Jack says good stuff about it, as a bike to learn on and to keep long term.

I was excited to hear about this so I stopped by a Barnes and Noble yesterday to pick up a copy but Cycle World wasn't on the shelf, just all the European mags, ADV mags, and chopper/girl mags. Hopefully it means all the copies were purchased and not that they don't carry it anymore. Its hard to find a hard copy of the remaining motorcycle magazines without being a subscriber. Cycle World used to be on most news stands but I can't remember the last time I saw one outside of a book store.

mr72

yeah and Cycle World doesn't have this article on their web site as far as I could find. Kinda sucks.

Bluesmudge

For a lot of their articles the website is  behind the print edition to give more incentive to subscribe. Its likely the article will show up online in a few months.

johnny ro

#12
https://www.cycleworld.com/story/bikes/used-bike-bargain-the-suzuki-gs500/

I cut the pages out of my hardcopy, stamped for 3 ring binder, stapled, and in they go. I have a binder for this bike.

profile_deleted

#13
Seems like the GS is getting a lot of random press lately!   :thumb:

mr72

Quote from: johnny ro on March 17, 2020, 04:51:18 PM
https://www.cycleworld.com/story/bikes/used-bike-bargain-the-suzuki-gs500/

Thanks for posting that! It was a good read.

Nice for a magazine like this to post something that doesn't just default to performance comparisons like the typical shootout kinds of things. There's just so much more to the ownership experience of a vehicle than how it feels to drive or ride it for just an hour or two.

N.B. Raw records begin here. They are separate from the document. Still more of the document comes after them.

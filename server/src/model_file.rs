//! Reading a model file from disk. The engine parses and validates; this module only decides
//! the format from the file name and turns every problem into a line that names the file.

use std::path::Path;

use reconcile::model::MAX_LISTED_PROBLEMS;
use reconcile::{ModelError, ModelSpec, Plant};

use crate::BadInput;

/// Read, parse and validate a model file; on failure the error lists every problem found.
pub fn load(path: &Path) -> Result<Plant, BadInput> {
    let text = read_text(path)?;
    parse(path, &text).map_err(|e| describe(path, &e))
}

/// Read a whole file as UTF-8 text, naming the file (and the line) when that fails.
pub fn read_text(path: &Path) -> Result<String, BadInput> {
    let bytes = std::fs::read(path)
        .map_err(|e| BadInput::new(format!("{}: cannot read: {e}", path.display())))?;
    String::from_utf8(bytes).map_err(|e| {
        let at = e.utf8_error().valid_up_to();
        let line = e.as_bytes()[..at].iter().filter(|&&b| b == b'\n').count() + 1;
        BadInput::new(format!(
            "{}: line {line}: not UTF-8 text (invalid byte at offset {at})",
            path.display()
        ))
    })
}

/// The extension wins when it says JSON or TOML; otherwise the engine looks at the content.
fn parse(path: &Path, text: &str) -> Result<Plant, ModelError> {
    match extension(path).as_deref() {
        Some("json") => Plant::new(ModelSpec::from_json(text)?),
        Some("toml") => Plant::new(ModelSpec::from_toml(text)?),
        _ => reconcile::parse_plant(text),
    }
}

pub fn extension(path: &Path) -> Option<String> {
    path.extension()
        .and_then(|e| e.to_str())
        .map(|e| e.to_ascii_lowercase())
}

/// One line per problem, each naming the file and the item, so that a user (or a script
/// grepping stderr) can fix the file in one pass.
fn describe(path: &Path, error: &ModelError) -> BadInput {
    let file = path.display();
    let lines = match error {
        ModelError::Syntax { format, message } => {
            // toml and serde_json messages start with the position ("at line 3, column 5");
            // a toml message goes on with a source excerpt, kept indented below the line.
            let mut parts = message.trim_end().lines();
            let first = parts.next().unwrap_or("").trim();
            let mut lines = vec![format!("{file}: not valid {format}: {first}")];
            lines.extend(parts.map(|l| format!("    {l}")));
            lines
        }
        ModelError::Invalid(problems) => {
            // A model wrong throughout says so in a few lines: the first problems, the count.
            let mut lines: Vec<String> = problems
                .iter()
                .take(MAX_LISTED_PROBLEMS)
                .map(|p| format!("{file}: {}: {}", p.item, p.message))
                .collect();
            if problems.len() > MAX_LISTED_PROBLEMS {
                lines.push(format!(
                    "{file}: {} more problem(s) not listed",
                    problems.len() - MAX_LISTED_PROBLEMS
                ));
            }
            lines.push(format!(
                "{file}: the model has {} problem(s)",
                problems.len()
            ));
            lines
        }
    };
    BadInput::lines(lines)
}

Talk to me about which you prefer after you've spent the same money on equivalent 15 year old used examples and then spent a year and 5k daily use miles with each of them, because that's what matters to real world owners.

That's why I always loved those old Top Gear specials where each of the guys would be given a budget to buy a certain type of vehicle and then take it on the same challenge. I mean, no magazine on earth ranked a Suzuki Sidekick above a Range Rover but given $1500 and a need to cross from Central to South America which one do you want? Likewise, given $1000 budget to buy a used motorcycle to use as your primary transportation every day for a year would you still not buy a GS500 because it's "boring" or "underpowered"?

Bluesmudge

Thanks for posting that, johnny ro! That Cycle World article on the GS500 really made my day.
The author makes a really good point that Suzuki has a hole in their lineup that the GS500 used to fill. I suppose Suzuki thinks the SV650 and Vstrom 650 fills all the middleweight needs but I really want a bike with the ergonomics of the Vstrom but 75 lbs lighter. The perfect bike for me would be the Honda CB500x or CB500F. If I ever run my GS into the ground and Suzuki hasn't released something to compete then Honda will probably get my money. The Vstrom is just too top heavy and I don't like the ergonomics of the SV.

mr72

CB500X looks really good except it's overweight about 50 lb. But yeah, Suzuki really needs a 500cc class twin standard/adventure. You could argue that the DRZ400 and DR650 both occupy this space but those are really dirt bike chassis and lack the ergs of a standard road bike.

Endopotential

Coelocanth?  At least they didn't call it a mud skipper  :cheers:
http://gstwins.com/gsboard/index.php?topic=70953.0

2007 GS500F Cafe Fighter - cut off the tail, K&N lunchbox, short exhaust, 20/60/140 jets, R6 shock, all sorts of other random bits...

johnny ro

I bought my first gen Wee-strom because it is an SV650 in ADV guise. I gave up on the SVs, had 3. The S I found to be unridably uncomfortable.  That engine has the perfect power for me.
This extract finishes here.